The truth is that there is so much information in a lectures and conversations, you basically have to take some notes. Even if you don’t like taking notes, or you have trouble listening and writing at the same time, you should still practice your notes. That helps you stay focused on the recording—when you are preparing to write, you have to listen closely for the information that you will write—and also helps you remember the details of the recording after it’s finished.

This is a pretty obvious piece of advice, because so many books and teachers focus on TOEFL notes. Let’s go a little bit more in detail about specific problems in those notes.

TOEFL Listening Common Problem 2: Too Many Notes!

Sometimes we say in English “too much of a good thing.” Take exercise, for example.
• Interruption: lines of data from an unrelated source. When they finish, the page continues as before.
import { createHash } from 'node:crypto'
import { existsSync, readFileSync, renameSync, writeFileSync } from 'node:fs'
import { dirname, join } from 'node:path'
import { execPath, versions } from 'node:process'
import { inRoot } from './paths.mjs'
import { findProgram, isExecutable, run } from './run.mjs'
import { Trouble } from './steps.mjs'

const stampFile = inRoot('node_modules', '.knurl-lock')

function stamp() {
  const lock = readFileSync(inRoot('package-lock.json'))
  return createHash('sha256').update(lock).update(`node ${versions.modules}`).digest('hex')
}

function writeStamp() {
  writeFileSync(`${stampFile}.new`, stamp())
  renameSync(`${stampFile}.new`, stampFile)
}

/** Whether someone's own `npm ci` or `npm install` already put there what the lock file asks for. */
function isInstalledByHand() {
  const hidden = inRoot('node_modules', '.package-lock.json')
  if (!existsSync(hidden)) return false
  const wanted = JSON.parse(readFileSync(inRoot('package-lock.json'), 'utf8')).packages
  const present = JSON.parse(readFileSync(hidden, 'utf8')).packages
  return Object.entries(wanted).every(([path, entry]) => {
    if (path === '' || entry.link) return true
    if (!present[path]) return entry.optional === true || entry.devOptional === true || entry.peer === true
    return present[path].version === entry.version
  })
}

/**
 * Makes node_modules hold what package-lock.json says; does nothing where it already does.
 *
 * @returns {Promise<boolean>} whether anything had to be installed
 */
export async function ensureModules() {
  if (existsSync(stampFile) && readFileSync(stampFile, 'utf8') === stamp()) return false
  if (isInstalledByHand()) {
    writeStamp()
    return false
  }
  const npm = [join(dirname(execPath), 'npm'), findProgram('npm')].find(path => path !== undefined && isExecutable(path))
  if (!npm) throw new Trouble('Node is here, but its package manager npm is not.', { advice: 'Install Node 20 together with npm, then try again.' })
  await run(npm, ['ci', '--include=dev', '--no-audit', '--no-fund', '--loglevel=error'], { failure: 'npm ci could not install the packages.' })
  writeStamp()
  return true
}

export function requireNode() {
  const [major = 0, minor = 0] = versions.node.split('.').map(Number)
  if (major > 20 || (major === 20 && minor >= 19)) return
  throw new Trouble(`Knurl needs Node 20.19 or newer; this is ${versions.node}.`)
}
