import { createHash } from 'node:crypto'
import { mkdtemp, rm } from 'node:fs/promises'
import { createServer } from 'node:http'
import type { IncomingMessage, Server } from 'node:http'
import { tmpdir } from 'node:os'
import { join } from 'node:path'
import { createStorage } from 'unstorage'
import { afterAll, beforeAll, describe, expect, it } from 'vitest'
import { fileDriver, fileStoreOn } from '../../../../server/utils/file-store'

/** Parts of an AWS Signature Version 4 header ("Authenticating requests", Amazon S3 API reference). */
const SIGNATURE = /^AWS4-HMAC-SHA256 Credential=(\w+)\/(\d{8})\/([\w-]+)\/s3\/aws4_request, ?SignedHeaders=([\w;-]+), ?Signature=[0-9a-f]{64}$/

async function bodyOf(request: IncomingMessage): Promise<Buffer> {
  const chunks: Buffer[] = []
  for await (const chunk of request) chunks.push(Buffer.from(chunk))
  return Buffer.concat(chunks)
}

/** Speaks as much S3 as a file store needs, and refuses what is not signed for its bucket. */
function makeBucket() {
  const kept = new Map<string, Buffer>()
  const refused: string[] = []
  const server: Server = createServer(async (request, response) => {
    const [, accessKey, , region, headers] = SIGNATURE.exec(request.headers.authorization ?? '') ?? []
    const sent = await bodyOf(request)
    const announced = request.headers['x-amz-content-sha256']
    const isWhole = announced === 'UNSIGNED-PAYLOAD' || announced === createHash('sha256').update(sent).digest('hex')
    if (accessKey !== 'knurlkey' || region !== 'eu-west-2' || !headers?.includes('host') || !request.headers['x-amz-date'] || !isWhole || !request.url?.startsWith('/pictures/')) {
      refused.push(`${request.method} ${request.url}`)
      response.writeHead(403).end()
      return
    }
    const key = request.url
    if (request.method === 'PUT') {
      kept.set(key, sent)
      response.writeHead(200).end()
    } else if (request.method === 'DELETE') {
      kept.delete(key)
      response.writeHead(204).end()
    } else {
      const bytes = kept.get(key)
      response.writeHead(bytes ? 200 : 404, bytes && { 'content-length': bytes.byteLength }).end(request.method === 'GET' ? bytes : undefined)
    }
  })
  return { server, kept, refused }
}

const folderOnly = { bucket: '', endpoint: '', region: '', accessKeyId: '', secretAccessKey: '' }
const bytes = Buffer.from([0, 255, 128, 10, 13, 0, 200])

describe('the file store', () => {
  const bucket = makeBucket()
  let folder = ''
  let endpoint = ''

  beforeAll(async () => {
    folder = await mkdtemp(join(tmpdir(), 'knurl-store-'))
    await new Promise<void>(resolve => bucket.server.listen(0, '127.0.0.1', resolve))
    const address = bucket.server.address()
    endpoint = `http://127.0.0.1:${typeof address === 'object' ? address?.port : ''}`
  })
  afterAll(async () => {
    bucket.server.close()
    await rm(folder, { recursive: true })
  })

  const stores = {
    'a folder': () => fileStoreOn(createStorage({ driver: fileDriver({ filesDir: folder, s3: folderOnly }) })),
    'a bucket': () => fileStoreOn(createStorage({
      driver: fileDriver({ filesDir: folder, s3: { bucket: 'pictures', endpoint, region: 'eu-west-2', accessKeyId: 'knurlkey', secretAccessKey: 'not a secret' } }),
    })),
  }

  it.each(['a folder', 'a bucket'] as const)('puts, gets and removes bytes unchanged in %s', async (kind) => {
    const store = stores[kind]()
    expect(await store.has('photos/1/320.webp')).toBe(false)
    expect(await store.get('photos/1/320.webp')).toBeNull()
    await store.put('photos/1/320.webp', bytes)
    expect(await store.has('photos/1/320.webp')).toBe(true)
    expect(await store.get('photos/1/320.webp')).toEqual(bytes)
    await store.remove('photos/1/320.webp')
    await store.remove('photos/1/320.webp')
    expect(await store.get('photos/1/320.webp')).toBeNull()
  })

  it('signs every request to the bucket, under the path that the key says', async () => {
    await stores['a bucket']().put('documents/handbook.pdf', bytes)
    expect([...bucket.kept.keys()]).toEqual(['/pictures/documents/handbook.pdf'])
    expect(bucket.refused).toEqual([])
  })

  it('says so when a bucket is half configured', () => {
    expect(() => fileDriver({ filesDir: folder, s3: { ...folderOnly, bucket: 'pictures', endpoint } })).toThrow('region, accessKeyId, secretAccessKey')
  })
})
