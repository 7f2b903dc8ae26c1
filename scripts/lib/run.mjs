import { spawn } from 'node:child_process'
import { accessSync, constants } from 'node:fs'
import { delimiter, join } from 'node:path'
import { env, getuid } from 'node:process'
import { root } from './paths.mjs'
import { Trouble } from './steps.mjs'

/** Programs that are running now, so that an interrupted command leaves none behind. @type {Set<import('node:child_process').ChildProcess>} */
const running = new Set()
let isHalted = false

/**
 * @typedef {object} RunOptions
 * @property {string} [cwd]
 * @property {NodeJS.ProcessEnv} [env] replaces the whole environment
 * @property {number} [uid]
 * @property {number} [gid]
 * @property {boolean} [toItsEnd] must not be interrupted half-way, by Ctrl-C either
 * @property {boolean} [show] print the output as it comes instead of keeping it
 * @property {string} [failure] the sentence for when it fails
 */

/**
 * Runs a program to its end.
 *
 * @param {string} command
 * @param {string[]} args
 * @param {RunOptions} [options]
 * @returns {Promise<{ code: number, output: string, stdout: string }>} the exit code (a signal counts as 1), all that it
 * printed, and what of that was its result
 */
export function attempt(command, args, options = {}) {
  return new Promise((resolve, reject) => {
    if (isHalted) {
      reject(new Trouble('Interrupted.'))
      return
    }
    const child = spawn(command, args, {
      cwd: options.cwd ?? root,
      env: options.env ?? env,
      uid: options.uid,
      gid: options.gid,
      detached: options.toItsEnd === true,
      stdio: ['ignore', options.show ? 'inherit' : 'pipe', options.show ? 'inherit' : 'pipe'],
    })
    if (!options.toItsEnd) running.add(child)
    let output = ''
    let stdout = ''
    const keep = (/** @type {Buffer} */ chunk) => {
      output = (output + chunk.toString()).slice(-200_000)
    }
    child.stdout?.on('data', (/** @type {Buffer} */ chunk) => {
      stdout += chunk.toString()
      keep(chunk)
    })
    child.stderr?.on('data', keep)
    child.on('error', (error) => {
      running.delete(child)
      reject(new Trouble(`Could not run ${command}: ${error.message}`))
    })
    child.on('exit', (code) => {
      running.delete(child)
      // 'close' would wait for a daemon that keeps the pipe open; what it printed before now has arrived one turn later.
      setTimeout(() => resolve({ code: code ?? 1, output, stdout }), 20)
    })
  })
}

/**
 * As `attempt`, and a failure is trouble that shows what the program printed.
 * Returns what it printed as its result, without its warnings.
 *
 * @param {string} command
 * @param {string[]} args
 * @param {RunOptions} [options]
 */
export async function run(command, args, options = {}) {
  const { code, output, stdout } = await attempt(command, args, options)
  if (code !== 0) {
    throw new Trouble(options.failure ?? `${command} ${args.join(' ')} ended with code ${code}.`, { output: lastLines(output, 60) })
  }
  return stdout
}

/** Ends what can be ended, and lets nothing new begin until `resume`. */
export function halt() {
  isHalted = true
  for (const child of running) child.kill('SIGTERM')
}

export const isHalting = () => isHalted

export function resume() {
  isHalted = false
}

/** @param {string} text @param {number} count */
export function lastLines(text, count) {
  return text.trimEnd().split('\n').slice(-count).join('\n')
}

/** The full path of a program, or undefined where it is not installed.
 * @param {string} name */
export function findProgram(name) {
  for (const folder of [...(env.PATH ?? '').split(delimiter), '/usr/bin', '/usr/sbin', '/bin', '/sbin']) {
    if (folder && isExecutable(join(folder, name))) return join(folder, name)
  }
  return undefined
}

/** @param {string} path */
export function isExecutable(path) {
  try {
    accessSync(path, constants.X_OK)
    return true
  } catch {
    return false
  }
}

export const isRoot = () => getuid?.() === 0
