import { existsSync, mkdirSync, rmSync, writeFileSync } from 'node:fs'
import { env } from 'node:process'
import { attempt, findProgram, isRoot, lastLines } from './run.mjs'
import { Trouble } from './steps.mjs'

/** While this file lies there, installing PostgreSQL makes the programs available and starts no server of Debian's own. */
const noMainCluster = '/etc/postgresql-common/createcluster.d/knurl.conf'

/**
 * Installs Debian packages, as root or through a sudo that asks nothing.
 *
 * @param {string[]} packages
 * @param {string} purpose what they are for, ending the sentence "Knurl needs …"
 */
export async function installPackages(packages, purpose) {
  const command = `apt-get install -y --no-install-recommends ${packages.join(' ')}`
  const byHand = `Run this once, then try again:\n\n    ${isRoot() ? '' : 'sudo '}apt-get update\n    ${isRoot() ? '' : 'sudo '}${command}`
  if (!findProgram('apt-get')) {
    throw new Trouble(`Knurl needs ${purpose}, and this system has no apt to install it with.`, {
      advice: `Install what corresponds to Debian's ${packages.join(', ')} and try again.`,
    })
  }
  const prefix = isRoot() ? [] : ['sudo', '-n', 'env', 'DEBIAN_FRONTEND=noninteractive']
  if (!isRoot()) {
    const may = findProgram('sudo') ? await attempt('sudo', ['-n', 'true']) : { code: 1 }
    if (may.code !== 0) throw new Trouble(`Knurl needs ${purpose}, and only an administrator may install it.`, { advice: byHand })
  }
  const apt = async (/** @type {string[]} */ args) => {
    const [program, ...rest] = [...prefix, 'apt-get', ...args]
    return attempt(program ?? 'apt-get', rest, { cwd: '/', toItsEnd: true, env: { ...env, DEBIAN_FRONTEND: 'noninteractive', LC_ALL: 'C.UTF-8' } })
  }
  // Another apt may be at work (a machine that updates itself): wait for its lock rather than fail.
  const install = ['-o', 'DPkg::Lock::Timeout=120', 'install', '-y', '--no-install-recommends', ...packages]
  const putBack = await withholdMainCluster(prefix)
  try {
    await apt(['-o', 'DPkg::Lock::Timeout=120', 'update'])
    const { code, output } = await apt(install)
    if (code !== 0) throw new Trouble(`Knurl needs ${purpose}, and apt could not install it.`, { output: lastLines(output, 20), advice: byHand })
  } finally {
    await putBack()
  }
}

/** @param {string[]} prefix @returns {Promise<() => Promise<void>>} puts things back as they were */
async function withholdMainCluster(prefix) {
  const folder = noMainCluster.slice(0, noMainCluster.lastIndexOf('/'))
  const line = 'create_main_cluster = off\n'
  if (prefix.length > 0) {
    const [program, ...rest] = prefix
    const shell = (/** @type {string} */ script) => attempt(program ?? 'sudo', [...rest, 'sh', '-c', script], { cwd: '/' })
    await shell(`mkdir -p ${folder} && echo '${line.trim()}' > ${noMainCluster}`)
    return async () => {
      await shell(`rm -f ${noMainCluster}; rmdir ${folder} 2>/dev/null || true`)
    }
  }
  const hadFolder = existsSync(folder)
  mkdirSync(folder, { recursive: true })
  writeFileSync(noMainCluster, line)
  return async () => {
    rmSync(noMainCluster, { force: true })
    if (!hadFolder) rmSync(folder, { recursive: true, force: true })
  }
}
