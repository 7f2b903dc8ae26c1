import { randomBytes } from 'node:crypto'
import { chmodSync, existsSync, mkdirSync, readFileSync, writeFileSync } from 'node:fs'
import { env, loadEnvFile } from 'node:process'
import { inData, inRoot } from './paths.mjs'
import { Trouble } from './steps.mjs'

/** Reads `.env` where there is one; what the environment already says wins. */
export function readEnvFile() {
  if (existsSync(inRoot('.env'))) loadEnvFile(inRoot('.env'))
}

/** The address of a database of the operator's own, or undefined. */
export function outsideDatabase() {
  return env.DATABASE_URL || env.NUXT_DATABASE_URL || undefined
}

/** Seals the session cookies; made once and kept, so that people stay signed in when Knurl is restarted. */
export function sessionPassword() {
  const given = env.NUXT_SESSION_PASSWORD
  if (given !== undefined && given !== '') {
    if (given.length < 32) throw new Trouble('NUXT_SESSION_PASSWORD must have at least 32 characters.')
    return given
  }
  const file = inData('session-password')
  if (existsSync(file)) {
    const kept = readFileSync(file, 'utf8').trim()
    if (kept.length >= 32) return kept
  }
  const made = randomBytes(32).toString('base64url')
  mkdirSync(inData(), { recursive: true })
  writeFileSync(file, `${made}\n`, { mode: 0o600 })
  chmodSync(file, 0o600)
  return made
}

/**
 * What the application and its scripts read.
 *
 * @param {{ databaseUrl: string, filesDir?: string, port?: number, session?: string }} settings
 * @returns {NodeJS.ProcessEnv}
 */
export function appEnvironment({ databaseUrl, filesDir, port, session }) {
  return {
    ...env,
    DATABASE_URL: databaseUrl,
    NUXT_DATABASE_URL: databaseUrl,
    NUXT_SESSION_PASSWORD: session ?? sessionPassword(),
    NUXT_FILES_DIR: filesDir ?? (env.NUXT_FILES_DIR || inData('files')),
    HOST: '127.0.0.1',
    NITRO_HOST: '127.0.0.1',
    ...port === undefined ? {} : { PORT: String(port), NITRO_PORT: String(port) },
    NITRO_SHUTDOWN_TIMEOUT: '5000',
    NUXT_TELEMETRY_DISABLED: '1',
  }
}
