import { idParams } from '../../../../../shared/schemas/params'
import { getCurrentProcedure } from '../../../../services/procedures'
import { defineRoute } from '../../../../utils/route'

export default defineRoute({ may: 'stock.read', summary: 'The newest version of a model’s procedure', params: idParams }, ({ db, params }) => getCurrentProcedure(db, params.id))
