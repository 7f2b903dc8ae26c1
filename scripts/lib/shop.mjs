import { existsSync, readFileSync } from 'node:fs'
import { execPath } from 'node:process'
import { ensurePostgres } from './cluster.mjs'
import { checkConnection, closeCluster, ensureDatabase, migrate, openCluster, withClient, withoutPassword } from './database.mjs'
import { appEnvironment, outsideDatabase } from './env.mjs'
import { ensureModules, requireNode } from './modules.mjs'
import { inData, inRoot } from './paths.mjs'
import { endOrphans, register, unregister } from './registry.mjs'
import { run } from './run.mjs'
import { say, step } from './steps.mjs'

const demoScript = inRoot('scripts/demo-shop.ts')
const demoPassword = inData('demo-password')

/**
 * @typedef {object} ShopOptions
 * @property {import('./registry.mjs').Entry['command']} command who asks
 * @property {number} [port] that it is going to serve on
 * @property {boolean} [empty] the shop without demo data, in a database of its own
 * @property {boolean} [fresh] with `empty`: drop what that database holds
 * @property {boolean} [demo] load the demo shop into an outside database too
 * @property {(close: () => Promise<void>) => void} onStop is given what stops the database if nothing else uses it
 */

/**
 * @typedef {object} Shop a migrated database, ready to be served
 * @property {string} name `demo`, `empty` or `outside`
 * @property {string} databaseUrl
 * @property {string} [filesDir] where not the usual one
 * @property {boolean} hasDemo
 */

/** Installs what is missing, with one line for each step. Nothing before this may import a package. */
export async function ensureGround() {
  requireNode()
  await step('Packages', async (note) => {
    note(await ensureModules() ? 'installed' : '')
  })
}

/** Ends and says so: servers of this checkout whose `npm start` was killed. */
export async function clearOrphans() {
  const ended = await endOrphans()
  if (ended > 0) say(`  Ended ${ended === 1 ? 'a server' : `${ended} servers`} that an earlier, killed start had left behind.\n`)
}

/**
 * From nothing to a migrated database.
 *
 * @param {ShopOptions} options
 * @returns {Promise<Shop>}
 */
export async function openShop(options) {
  const outside = outsideDatabase()
  const name = outside ? 'outside' : options.empty ? 'empty' : 'demo'
  await clearOrphans()
  register({ command: options.command, port: options.port, shop: name, usesCluster: !outside })
  options.onStop(outside ? async () => unregister() : closeCluster)
  const databaseUrl = outside ? await useOutside(outside) : await useCluster(options)
  const filesDir = name === 'empty' ? inData('files-empty') : undefined
  const environment = appEnvironment({ databaseUrl, filesDir })
  await step('Schema', async note => note((await migrate(environment)).trim().split('\n').at(-1) ?? ''))
  const wantsDemo = name === 'demo' || (name === 'outside' && options.demo === true)
  if (wantsDemo && existsSync(demoScript)) await step('Demo shop', note => loadDemo(environment, '--if-empty', note))
  return { name, databaseUrl, filesDir, hasDemo: wantsDemo }
}

/** @param {string} url */
async function useOutside(url) {
  await step('Database', async (note) => {
    await checkConnection(url)
    note(`${withoutPassword(url)}, as DATABASE_URL says`)
  })
  return url
}

/** @param {ShopOptions} options */
async function useCluster(options) {
  await step('PostgreSQL', async (note) => {
    note(await ensurePostgres() ? 'installed' : '')
  })
  return step('Database', async (note) => {
    const { record, note: words } = await openCluster()
    note(words)
    return options.empty
      ? ensureDatabase(record, 'knurl_empty', { anew: options.fresh })
      : ensureDatabase(record, 'knurl')
  })
}

/**
 * @param {NodeJS.ProcessEnv} environment
 * @param {'--if-empty' | '--reload'} mode
 * @param {(words: string) => void} note
 */
export async function loadDemo(environment, mode, note) {
  const output = await run(execPath, ['--import', 'tsx', demoScript, mode], { env: environment, failure: 'The demo shop could not be loaded.' })
  note(output.trim().split('\n').at(-1) ?? '')
}

/** Prints the four people of the demo shop and their password. */
export function sayDemoSignIns() {
  if (!existsSync(demoPassword)) return
  const password = readFileSync(demoPassword, 'utf8').trim()
  say(`  Sign in with one of these, password  ${password}\n`)
  const people = [
    ['owner@demo.invalid', 'buys, prices, sells, sees everything'],
    ['bench@demo.invalid', 'repairs and tests'],
    ['floor@demo.invalid', 'receives, shelves, packs; sees no cost'],
    ['reader@demo.invalid', 'reads, writes nothing'],
  ]
  for (const [email = '', who] of people) say(`    ${email.padEnd(22)} ${who}`)
}

/** Whether the shop has nobody in it yet, so that it opens on its first-run page.
 * @param {string} databaseUrl */
export async function hasNobody(databaseUrl) {
  return withClient(databaseUrl, async (client) => {
    const { rows: [table] } = await client.query('select to_regclass(\'public.people\') as name')
    if (!table?.name) return true
    const { rows } = await client.query('select 1 from people limit 1')
    return rows.length === 0
  })
}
It’s clearly good for you, and it feels good, but if you exercise all day, every day? You might hurt yourself, for one, and you might have trouble keeping a job. Anything can be bad if you do it too much. TOEFL notes are this way.

If you try to write every single detail you hear, you will not succeed. It’s impossible to write everything! You have to to choose the information you write. Otherwise, you may write down unimportant details, but miss a main point. And then when you answer questions, you won’t be able to remember the information that you need, which is clearly a problem.

TOEFL Listening Tip 2: Structural Notes

Don’t try to write every detail you hear in the TOEFL listening section. Instead, write only the big ideas. If you think about how the lecture or conversation is structured, then you can write only a few lines of notes about the big ideas.

The key here is that writing structural notes helps your memory, not just the information you have on the paper. When you answer questions, you’re going to use both. That is, you will look at your notes and try to remember what you heard. Students who try to write everything don’t use their memories enough. But if you use the notes only to help your memory, not replace it, then you will have maximum detail when answering questions.